## EXERCISE AIM
Please find every line in the entries below that contains the string "export", and copy it.

Stored items:
- - - - -
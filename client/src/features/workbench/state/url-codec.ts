import { z } from "zod";
import { METHOD_IDS, MAX_METHODS } from "@shared/schemas/analysis";
import { defaultInputs, DEFAULT_METHODS, type MethodRow, type ModelChoice, type WorkbenchInputs } from "./inputs";

/**
 * The workbench's inputs as URL search params, so a link reproduces the view:
 *   model=7 group=sliding_attention   a saved profile (and the layer group analysed, absent = the scaled one), or
 *   shape=128,10000,4096,1       headDim, ropeTheta, trainedContext, partialRotaryFactor typed in
 *   target=32768 alpha=1 beta=32 (empty = default)
 *   methods=[["linear",{}],["yarn",{"betaFast":"32"}]]   one JSON param: [method, params as typed, "shipped"?]
 *   view=1 flagged=1
 */
const methodsParam = z
  .array(z.tuple([z.enum(METHOD_IDS), z.record(z.string(), z.string())], z.literal("shipped")))
  .max(MAX_METHODS);

function parseMethods(raw: string | null): MethodRow[] {
  if (raw === null) return DEFAULT_METHODS;
  try {
    const parsed = methodsParam.safeParse(JSON.parse(raw));
    return parsed.success
      ? parsed.data.map(([method, params, shipped]) => ({
          method,
          params,
          ...(shipped ? { shipped: true as const } : {}),
        }))
      : DEFAULT_METHODS;
  } catch {
    return DEFAULT_METHODS;
  }
}

function parseModel(params: URLSearchParams): ModelChoice {
  const shape = params.get("shape");
  if (shape !== null) {
    const [headDim = "", ropeTheta = "", trainedContext = "", partialRotaryFactor = ""] = shape.split(",");
    return { kind: "shape", headDim, ropeTheta, trainedContext, partialRotaryFactor };
  }
  const id = Number(params.get("model"));
  const group = params.get("group");
  return { kind: "saved", id: Number.isInteger(id) && id > 0 ? id : null, ...(group ? { group } : {}) };
}

export function parseInputs(params: URLSearchParams): WorkbenchInputs {
  const base = defaultInputs();
  const view = Number(params.get("view") ?? 0);
  return {
    model: parseModel(params),
    target: params.get("target") ?? base.target,
    alpha: params.get("alpha") ?? base.alpha,
    beta: params.get("beta") ?? base.beta,
    methods: parseMethods(params.get("methods")),
    view: Number.isInteger(view) && view >= 0 ? view : 0,
    flaggedOnly: params.get("flagged") === "1",
  };
}

/** Drops empty strings so URLs stay short; the row order is kept. */
const compactParams = (p: Record<string, string>) =>
  Object.fromEntries(Object.entries(p).filter(([, v]) => v.trim() !== ""));

export function inputsToParams(inputs: WorkbenchInputs): URLSearchParams {
  const out = new URLSearchParams();
  const m = inputs.model;
  if (m.kind === "saved") {
    if (m.id !== null) out.set("model", String(m.id));
    if (m.id !== null && m.group) out.set("group", m.group);
  } else {
    out.set(
      "shape",
      [m.headDim, m.ropeTheta, m.trainedContext, m.partialRotaryFactor].map((v) => v.replace(/,/g, "")).join(","),
    );
  }
  if (inputs.target) out.set("target", inputs.target);
  if (inputs.alpha) out.set("alpha", inputs.alpha);
  if (inputs.beta) out.set("beta", inputs.beta);
  out.set(
    "methods",
    JSON.stringify(inputs.methods.map((r) => [r.method, compactParams(r.params), ...(r.shipped ? ["shipped"] : [])])),
  );
  if (inputs.view > 0) out.set("view", String(inputs.view));
  if (inputs.flaggedOnly) out.set("flagged", "1");
  return out;
}

/** "?model=7&target=…" for links into the workbench from elsewhere (a profile page, a plan). */
export function workbenchSearch(opts: { modelId: number; trainedContext?: number; methods?: MethodRow[] }): string {
  const inputs: WorkbenchInputs = {
    ...defaultInputs(),
    model: { kind: "saved", id: opts.modelId },
    target: opts.trainedContext ? String(opts.trainedContext * 4) : "",
    methods: opts.methods ?? DEFAULT_METHODS,
  };
  return `?${inputsToParams(inputs).toString()}`;
}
- - - - -
## RESPONSE
export function parseInputs(params: URLSearchParams): WorkbenchInputs {
export function inputsToParams(inputs: WorkbenchInputs): URLSearchParams {
export function workbenchSearch(opts: { modelId: number; trainedContext?: number; methods?: MethodRow[] }): string {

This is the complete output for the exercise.